Forum Moderators: Robert Charlton & goodroi
I have doubt that the text in the body is under <pre> tag, i am not sure if google do not index the file because of using <pre> html tag?
[edited by: tedster at 6:43 am (utc) on July 14, 2009]
No, the <pre> tag is not a problem. But if there is a crawling problem, you will often see reports about it in your Webmaster Tools account.
Google does not guarantee to index every page that they spider - in fact they usually don't. This is especially true when the same text is available at more than one address, such as the situation you report with both HTML and PDf versions of the information.
How many total pages does your site have, and how many pages does Google show they've indexed?
Although the url is not found under Google successful crawled urls
< snip >
[edited by: Robert_Charlton at 7:40 am (utc) on July 14, 2009]
[edit reason] removed specifics [/edit]
crawling >> indexing >> ranking
Why any URL gets skipped at each of these three stages can be quite complex. But from what you described, I'd say the duplicate text is the major issue.
Results 1 - 10 of about 3,040 from example.com. (0.15 seconds)
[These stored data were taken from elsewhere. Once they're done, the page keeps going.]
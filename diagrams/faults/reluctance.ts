/** Relays and modules are looked at a little eager and a little reluctant: all that tolerances can do to them. */
export const eager = 0.89
export const reluctant = 1.12
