import { controlCombinations } from '@/diagrams/document/condition'
import type { Circuit } from '@/diagrams/document/circuit-schema'
import { restCondition } from '@/diagrams/document/condition-schema'
import type { Reading } from '@/diagrams/document/reading-schema'
import { sitesOf } from '@/diagrams/document/sites'
import { evaluate } from '@/diagrams/evaluate'
import { candidateReadings } from '@/diagrams/planner/candidates'
import { randomCircuit } from '../support/random-circuit'
import { seededRandom } from '../support/random'
import { takeReading } from '../support/take-reading'

/**
 * How long a whole answer takes as circuits grow: the first one of a circuit (its hypotheses are
 * made), one more reading (as in a trace), and the same readings again. Milliseconds of processor
 * time, median over circuits; judge by the ratios.
 */
const sizes = [12, 50, 200]
const circuitsPerSize = 5
const readingCount = 10

function circuitOfSize(nodes: number, seed: number): Circuit {
  let best: Circuit | undefined
  for (let consumers = 1; consumers < 80; consumers++) {
    const circuit = randomCircuit(seed, consumers)
    if (!best || Math.abs(circuit.nodes.length - nodes) < Math.abs(best.nodes.length - nodes)) best = circuit
    if (circuit.nodes.length > 1.3 * nodes) break
  }
  return best!
}

function someReadings(circuit: Circuit, seed: number): Reading[] {
  const random = seededRandom(seed)
  const combinations = controlCombinations(circuit, 8)
  const sets = candidateReadings(circuit, [sitesOf(circuit)[0]!.id], restCondition).slice(
    0,
    combinations.length + 1,
  )
  const readings: Reading[] = []
  for (let i = 0; readings.length < readingCount && i < 200; i++) {
    const probe = random.pick(random.pick(sets).probes)
    const reading = takeReading(`r${i}`, circuit, probe, undefined, random.next)
    if (reading) readings.push(reading)
  }
  return readings
}

function processorMs(work: () => void): number {
  const before = process.cpuUsage()
  work()
  const used = process.cpuUsage(before)
  return (used.user + used.system) / 1000
}

const median = (list: number[]) => list.toSorted((a, b) => a - b)[Math.floor(list.length / 2)]!

const ask = (circuit: Circuit, readings: Reading[]) =>
  evaluate({ circuit, readings, codes: [], priors: 'trade' })
// Warm up, so that the first size is not charged for compilation.
const warm = circuitOfSize(40, 999)
ask(warm, someReadings(warm, 1))

console.log('nodes  places  first  one more reading  again   (ms of processor time, median of 5)')
for (const size of sizes) {
  const rows = Array.from({ length: circuitsPerSize }, (_, i) => {
    const circuit = circuitOfSize(size, 100 * size + i)
    const readings = someReadings(circuit, i)
    return {
      nodes: circuit.nodes.length,
      places: sitesOf(circuit).length,
      first: processorMs(() => ask(circuit, [])),
      more: processorMs(() => ask(circuit, readings.slice(0, 9))) / 9,
      again: processorMs(() => ask(circuit, readings.slice(0, 9))),
    }
  })
  const of = (key: keyof (typeof rows)[number]) => median(rows.map((row) => row[key]))
  console.log(
    [of('nodes'), of('places'), of('first').toFixed(0), of('more').toFixed(0), of('again').toFixed(0)]
      .map((cell, i) => String(cell).padStart([5, 7, 6, 17, 6][i]!))
      .join(' '),
  )
}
When i reach at the last page which is 37, and now google says
Results 361 - 370 of 370 from example.com. (0.25 seconds) :) first they wrote 3,040 pages and when browsing till last page it says 370....
About duplicate text, no i don't have any duplicate text! but YES other domain do have the same content! but unfortunately their page also not indexed?
[edited by: Robert_Charlton at 8:31 am (utc) on July 14, 2009]
[edit reason] changed to example.com [/edit]
----
The site: operator usually begins by giving only a rough estimate of the total number, and sometimes it's a VERY rough estimate. That's why the word "about" is included until you drill down toward the final pages of results.
Over the years, several Google people have made mention of this - the way that Google shards the data and stores those fragmments over several hundred thousand servers makes an immediate count very difficult to return to the user.